— TASK MATERIAL —
*** Block opens ***
// latticeBuilder collects a lattice family's qubits, edges and classes.
type latticeBuilder struct {
	ids     map[[2]int]int // lattice position → qubit, for lattices with holes
	coords  [][2]float64
	edges   []Edge
	classes [][]Edge
}

func newLattice(nclass int) latticeBuilder {
	return latticeBuilder{ids: map[[2]int]int{}, classes: make([][]Edge, nclass)}
}

// qubit adds the qubit at lattice position p drawn at (x, y).
func (b *latticeBuilder) qubit(p [2]int, x, y float64) {
	b.ids[p] = len(b.coords)
	b.coords = append(b.coords, [2]float64{x, y})
}

// edge couples the qubits at positions p and q, in class cl; it is skipped
// when either position holds no qubit.
func (b *latticeBuilder) edge(p, q [2]int, cl int) {
	a, okA := b.ids[p]
	c, okB := b.ids[q]
	if !okA || !okB {
		return
	}
	e := Edge{a, c}
	b.edges = append(b.edges, e)
	b.classes[cl] = append(b.classes[cl], e)
}

func (b latticeBuilder) graph(spec, fam string, r, c int) (*Graph, error) {
	g, err := NewGraph(spec, len(b.coords), b.edges)
	if err != nil {
		return nil, err
	}
	g.Family, g.Rows, g.Cols = fam, r, c
	g.Coords = b.coords
	g.Classes = nonEmpty(b.classes)
	return g, nil
}

// nonEmpty returns classes without its empty classes, in place.
func nonEmpty(classes [][]Edge) [][]Edge {
	out := classes[:0]
	for _, cl := range classes {
		if len(cl) > 0 {
			out = append(out, cl)
		}
	}
	return out
}

func honeycomb(r, c int) latticeBuilder {
	b := newLattice(3)
	w := 2*c + 2
	// The corner vertex that would have degree 1: (0, 2C+1) on top, and on
	// the bottom row R the end that no rung of band R−1 reaches.
	skip := func(i, j int) bool {
		if i == 0 && j == w-1 {
			return true
		}
		if i == r {
			if (r-1)%2 == 0 {
				return j == w-1
			}
			return j == 0
		}
		return false
	}
	const h = 0.8660254037844386 // √3/2: regular hexagons of side 1
	for i := 0; i <= r; i++ {
		for j := 0; j < w; j++ {
			if skip(i, j) {
				continue
			}
			y := -1.5 * float64(i)
			if (i+j)%2 == 0 { // a rung goes down from here: the lower corner
				y -= 0.25
			} else {
				y += 0.25
			}
			b.qubit([2]int{i, j}, h*float64(j), y)
		}
	}
	for i := 0; i <= r; i++ {
		for j := 0; j+1 < w; j++ {
			b.edge([2]int{i, j}, [2]int{i, j + 1}, j%2)
		}
	}
	for i := 0; i < r; i++ {
		for j := 0; j < w; j++ {
			if (i+j)%2 == 0 {
				b.edge([2]int{i, j}, [2]int{i + 1, j}, 2)
			}
		}
	}
	return b
}

func triangular(r, c int) latticeBuilder {
	b := newLattice(6)
	for i := 0; i < r; i++ {
		for j := 0; j < c; j++ {
			b.qubit([2]int{i, j}, float64(j)-0.5*float64(i), -0.8660254037844386*float64(i))
		}
	}
	for i := 0; i < r; i++ {
		for j := 0; j+1 < c; j++ {
			b.edge([2]int{i, j}, [2]int{i, j + 1}, j%2)
		}
	}
	for i := 0; i+1 < r; i++ {
		for j := 0; j < c; j++ {
			b.edge([2]int{i, j}, [2]int{i + 1, j}, 2+i%2)
		}
	}
	for i := 0; i+1 < r; i++ {
		for j := 0; j+1 < c; j++ {
			b.edge([2]int{i, j}, [2]int{i + 1, j + 1}, 4+i%2)
		}
	}
	return b
}
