// gather sets the counts of the level-0 nodes to the sums of the workers'
// first-pass counters, clears those counters for the next state, and makes
// every level-0 node a counted leaf. From ksParallelBins fine bins on, the
// octaves are shared among one goroutine per worker (ksParallel), which
// also set the counts of values below their nodes once the totals of the
// shares are known: on one core this took about 1 ms at 2^14 bins per
// octave, the reset's clearing of the counters 0.6 ms more.
func (r *ksRefiner) gather(counts [][]uint32, nans []bool) {
	for w := range counts {
		r.nan = r.nan || nans[w]
	}
	b := 52 - r.shift
	goroutines := 1
	if r.nbf >= ksParallelBins {
		goroutines = min(r.workers, ksOctaves)
	}
	// Goroutine g takes the octaves [share(g), share(g+1)), the nodes from
	// 3 + first(share(g)) on.
	share := func(g int) int { return g * ksOctaves / goroutines }
	first := func(o int) int {
		if o == ksOctaves {
			return r.nb0
		}
		return int(r.oct[o] >> 8)
	}
	var totals [ksOctaves + 1]int64
	u := r.nodes[3 : 3+r.nb0]
	ksParallel(goroutines, func(g int) {
		var t int64
		for o := share(g); o < share(g+1); o++ {
			// The fine counters of each octave's bins: a bin of octave o
			// holds 2^(bits of the finest octave − bits of o) of them.
			e := r.oct[o]
			run := 1 << (b - (52 - uint(e&63)))
			uo := u[e>>8 : int(e>>8)+1<<b/run]
			for i := range uo {
				uo[i].count = 0
			}
			for _, c := range counts {
				fo := c[3+o<<b : 3+(o+1)<<b]
				if run == 1 {
					for i, v := range fo {
						uo[i].count += int64(v)
					}
				} else {
					for i := range uo {
						var s int64
						for _, v := range fo[i*run : (i+1)*run] {
							s += int64(v)
						}
						uo[i].count += s
					}
				}
				clear(fo)
			}
			for i := range uo {
				t += uo[i].count
			}
		}
		totals[g+1] = t
	})
	// The outer nodes, and the counter past the last that the AVX-512
	// count kernel increments for the values it hands to countOuter.
	for i := range 3 {
		r.nodes[i].count = 0
	}
	r.nodes[r.n0-1].count = 0
	for _, c := range counts {
		for i := range 3 {
			r.nodes[i].count += int64(c[i])
		}
		r.nodes[r.n0-1].count += int64(c[3+r.nbf])
		clear(c[:3])
		clear(c[3+r.nbf:])
	}
	var below int64
	for i := range 3 {
		r.nodes[i].below = below
		below += r.nodes[i].count
	}
	totals[0] = below
	for g := range goroutines {
		totals[g+1] += totals[g]
	}
	ksParallel(goroutines, func(g int) {
		below := totals[g]
		for i := 3 + first(share(g)); i < 3+first(share(g+1)); i++ {
			r.nodes[i].below = below
			below += r.nodes[i].count
		}
	})
	r.nodes[r.n0-1].below = totals[goroutines]
	for i := range r.state {
		r.state[i] = ksCount
	}
	r.gathered = true
}

// ksParallelBins is the number of fine bins (gather) or nodes (select_)
// from which those share their loops among the workers (a variable, as
// ksParallelValues).
var ksParallelBins = 1 << 16

// bounds returns L_j and U_j of non-empty node i.
func (r *ksRefiner) bounds(i int) (lower, upper float64) {
	nd := &r.nodes[i]
	d := float64(r.dim)
	var ft, fu float64
	if i < r.n0 {
		ft, fu = r.f0[i][0], r.f0[i][1]
	} else {
		ft, fu = r.cdf(ksValue(nd.lo)), r.cdf(ksValue(nd.hi-1))
	}
	after, before := float64(nd.below+nd.count)/d, float64(nd.below)/d
	return max(after-fu, ft-before), max(after-ft, fu-before)
}

// select_ turns the leaves counted in the last pass into candidates or idle
// nodes and returns the candidates with their total count. From
// ksParallelBins nodes on, the nodes are shared among one goroutine per
// worker, each with its own list of bounds (ups[g]); the lists are read in
// node order, so the candidates are those of one loop.
func (r *ksRefiner) select_() (cands []int32, total int64) {
	goroutines := 1
	if len(r.state) >= ksParallelBins {
		goroutines = r.workers
	}
	if len(r.ups) < goroutines {
		r.ups = append(r.ups, make([][]ksUpper, goroutines-len(r.ups))...)
		r.sbest = make([][2]float64, goroutines)
	}
	ksParallel(goroutines, func(g int) {
		// One pass over the nodes takes both bounds of each counted leaf;
		// the second goes over the non-empty ones only.
		ups := r.ups[g][:0]
		best, lower := r.best, r.lower
		for i := g * len(r.state) / goroutines; i < (g+1)*len(r.state)/goroutines; i++ {
			if r.state[i] != ksCount {
				continue
			}
			r.state[i] = ksIdle
			nd := &r.nodes[i]
			if nd.count == 0 {
				continue
			}
			l, u := r.bounds(i)
			if nd.hi-nd.lo == 1 {
				best = max(best, l) // one distinct value: the bound is a term
			} else {
				ups = append(ups, ksUpper{i: int32(i), u: u})
			}
			lower = max(lower, l)
		}
		r.ups[g], r.sbest[g] = ups, [2]float64{best, lower}
	})
	for g := range goroutines {
		r.best, r.lower = max(r.best, r.sbest[g][0]), max(r.lower, r.sbest[g][1])
	}
	for _, ups := range r.ups[:goroutines] {
		for _, e := range ups {
			if e.u >= r.lower-ksSlack {
				cands = append(cands, e.i)
				total += r.nodes[e.i].count
			}
		}
	}
	return cands, total
}

// ksUpper is a counted leaf with its upper bound U_j.
type ksUpper struct {
	i, f int32 // f: refine's index of the sub-bin's CDF values
	u    float64
}
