// TestSampleScorePlanBadInput: every bad input exits 2 with one line naming
// the offending value, row or field.
func TestSampleScorePlanBadInput(t *testing.T) {
	dir := t.TempDir()
	out, circ := filepath.Join(dir, "s.parquet"), filepath.Join(dir, "c.json")
	sampleOK(t, "sample", "--graph", "line:4", "--depth", "4", "--instances", "2", "--shots", "20", "--seed", "9", "--out", out, "--circuits", circ)
	csvFile := func(name, text string) string { return writeFile(t, dir, name, text) }
	// The run's table with row 3 moved to instance 5 of a 2-instance run.
	tab := sampleTable(t, out)
	inst, _ := tab.Int64s("instance")
	inst[2] = 5
	beyond := filepath.Join(dir, "beyond.arrow")
	if err := tables.WriteTable(beyond, tab); err != nil {
		t.Fatal(err)
	}
	badCircuit := writeFile(t, dir, "bad.json", `{"format": "mixdepth-circuits", "version": 1, "qubits": 4, "depth": 1, "edges": [[0, 1], [1, 2], [2, 3]], "circuits": [{"instance": 0, "steps": [[{"qubits": [0, 1], "matrix": [[[1, 0]]]}]]}]}`)
	cases := []struct {
		name string
		args []string
		want []string
	}{
		{"depth", []string{"sample", "--graph", "line:4", "--depth", "0"}, []string{"--depth 0"}},
		{"shots", []string{"sample", "--graph", "line:4", "--shots", "0"}, []string{"--shots 0"}},
		{"instances", []string{"sample", "--graph", "line:4", "--instances", "0"}, []string{"--instances 0"}},
		{"fidelity", []string{"sample", "--graph", "line:4", "--fidelity", "1.5"}, []string{"--fidelity 1.5"}},
		{"gate error", []string{"sample", "--graph", "line:4", "--gate-error", "-0.1"}, []string{"--gate-error -0.1"}},
		{"readout three", []string{"sample", "--graph", "line:4", "--readout-error", "0.1,0.2,0.3"}, []string{"--readout-error", "p01,p10"}},
		{"readout word", []string{"sample", "--graph", "line:4", "--readout-error", "0.1,x"}, []string{"--readout-error", `"x"`}},
		{"readout range", []string{"sample", "--graph", "line:4", "--readout-error", "2"}, []string{"--readout-error", "[0, 1]"}},
		{"trajectories", []string{"sample", "--graph", "line:4", "--trajectories", "0"}, []string{"--trajectories 0"}},
		{"part", []string{"sample", "--graph", "line:4", "--part", "2/2"}, []string{"--part"}},
		{"empty part", []string{"sample", "--graph", "line:4", "--instances", "2", "--part", "3/4"}, []string{"selects no instance"}},
		{"circuits name", []string{"sample", "--graph", "line:4", "--circuits", filepath.Join(dir, "c.txt")}, []string{"--circuits", ".json"}},
		{"circuits dir", []string{"sample", "--graph", "line:4", "--circuits", filepath.Join(dir, "no", "c.json")}, []string{"--circuits"}},
		{"out format", []string{"sample", "--graph", "line:4", "--out", filepath.Join(dir, "t.csv")}, []string{".arrow or .parquet"}},
		{"sample positional", []string{"sample", "extra"}, []string{"positional"}},
		{"sample qubits", []string{"sample", "--graph", "line:40", "--depth", "2"}, []string{"40 qubits", "2 to 32"}},

		{"no table", []string{"score"}, []string{"one sample table"}},
		{"missing table", []string{"score", filepath.Join(dir, "absent.parquet")}, []string{"absent.parquet"}},
		{"table format", []string{"score", filepath.Join(dir, "t.txt")}, []string{".csv"}},
		{"empty csv", []string{"score", csvFile("empty.csv", "")}, []string{"empty.csv", "no shots"}},
		{"header only", []string{"score", csvFile("header.csv", "instance,bitstring\n")}, []string{"header.csv", "no shots"}},
		{"no bitstring column", []string{"score", csvFile("cols.csv", "instance,bits\n0,0101\n")}, []string{"cols.csv", "bitstring"}},
		{"short bitstring", []string{"score", csvFile("short.csv", "instance,bitstring\n0,0101\n1,010\n"), "--graph", "line:4", "--depth", "4", "--seed", "9"},
			[]string{"short.csv: line 3", "column bitstring", `"010"`}},
		{"bad character", []string{"score", csvFile("char.csv", "instance,bitstring\n0,01x1\n"), "--graph", "line:4", "--depth", "4"},
			[]string{"char.csv: line 2", "column bitstring", `'x'`}},
		{"unknown instance in file", []string{"score", csvFile("unk.csv", "instance,bitstring\n0,0101\n7,0101\n"), "--circuits", circ},
			[]string{"unk.csv: line 3", "column instance", "instance 7", "instances 0-1"}},
		{"negative instance", []string{"score", csvFile("unk2.csv", "instance,bitstring\n-1,0101\n"), "--graph", "line:4"}, []string{"unk2.csv: line 2", "instance -1"}},
		{"instance beyond the run", []string{"score", beyond}, []string{"beyond.arrow: row 3", "instance 5"}},
		{"p above 1", []string{"score", csvFile("p.csv", "instance,bitstring,p_ideal\n0,0101,1.5\n"), "--circuits", circ},
			[]string{"p.csv: line 2", "column p_ideal", "outside [0, 1]"}},
		{"p negative", []string{"score", csvFile("pn.csv", "instance,bitstring,p_ideal\n0,0101,-0.5\n"), "--circuits", circ},
			[]string{"pn.csv: line 2", "column p_ideal"}},
		{"p mismatch", []string{"score", out, "--seed", "10"}, []string{"s.parquet: row 1", "column p_ideal", "does not match"}},
		{"graph mismatch", []string{"score", out, "--graph", "line:5"}, []string{"sampled on graph line:4"}},
		{"circuits off graph", []string{"score", out, "--circuits", circ, "--graph", "star:4"}, []string{"does not match the graph", "circuits[0].steps[0][1].qubits"}},
		{"circuits qubits", []string{"score", csvFile("q.csv", "instance,bitstring\n0,0101\n"), "--circuits", circ, "--graph", "line:5"}, []string{"field qubits"}},
		{"circuits malformed", []string{"score", csvFile("m.csv", "instance,bitstring\n0,0101\n"), "--circuits", badCircuit}, []string{"bad.json", "circuits[0].steps[0][0].matrix"}},
		{"circuits and depth", []string{"score", out, "--circuits", circ, "--depth", "3"}, []string{"drop --depth"}},
		{"score qubits", []string{"score", csvFile("big.csv", "instance,bitstring\n0,"+strings.Repeat("0", 40)+"\n"), "--graph", "line:40", "--depth", "2"},
			[]string{"40 qubits", "2 to 32"}},

		{"plan needs f", []string{"plan"}, []string{"--fidelity"}},
		{"plan f zero", []string{"plan", "--fidelity", "0"}, []string{"--fidelity 0"}},
		{"plan f big", []string{"plan", "--fidelity", "1.5"}, []string{"--fidelity 1.5"}},
		{"plan sigmas", []string{"plan", "--fidelity", "0.5", "--sigmas", "0"}, []string{"--sigmas 0"}},
		{"plan rel", []string{"plan", "--fidelity", "0.5", "--rel-precision", "-1"}, []string{"--rel-precision -1"}},
		{"plan gate error", []string{"plan", "--gate-error", "1"}, []string{"--gate-error 1"}},
		{"plan readout", []string{"plan", "--readout-error", "a"}, []string{"--readout-error"}},
	}
	for _, c := range cases {
		t.Run(c.name, func(t *testing.T) {
			stdout, stderr, code := runCLI(t, c.args...)
			if code != 2 {
				t.Fatalf("exit %d, want 2; stderr %q", code, stderr)
			}
			if stdout != "" {
				t.Errorf("stdout not empty: %q", stdout)
			}
			lines := strings.Split(strings.TrimRight(stderr, "\n"), "\n")
			if len(lines) != 1 || !strings.HasPrefix(lines[0], "mixdepth: ") {
				t.Errorf("want one 'mixdepth: ' line on stderr, got %q", stderr)
			}
			for _, w := range c.want {
				if !strings.Contains(stderr, w) {
					t.Errorf("stderr %q does not mention %q", stderr, w)
				}
			}
		})
	}
	if left, _ := filepath.Glob(filepath.Join(dir, ".*.tmp")); len(left) > 0 {
		t.Errorf("failed runs left temporary files: %v", left)
	}
}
*** Block closes ***
— INSTRUCTIONS FOR THE TASK —
Search the listing above for the string "mismatch" and return each line it appears on.

— TASK RESPONSE —
		{"p mismatch", []string{"score", out, "--seed", "10"}, []string{"s.parquet: row 1", "column p_ideal", "does not match"}},
		{"graph mismatch", []string{"score", out, "--graph", "line:5"}, []string{"sampled on graph line:4"}},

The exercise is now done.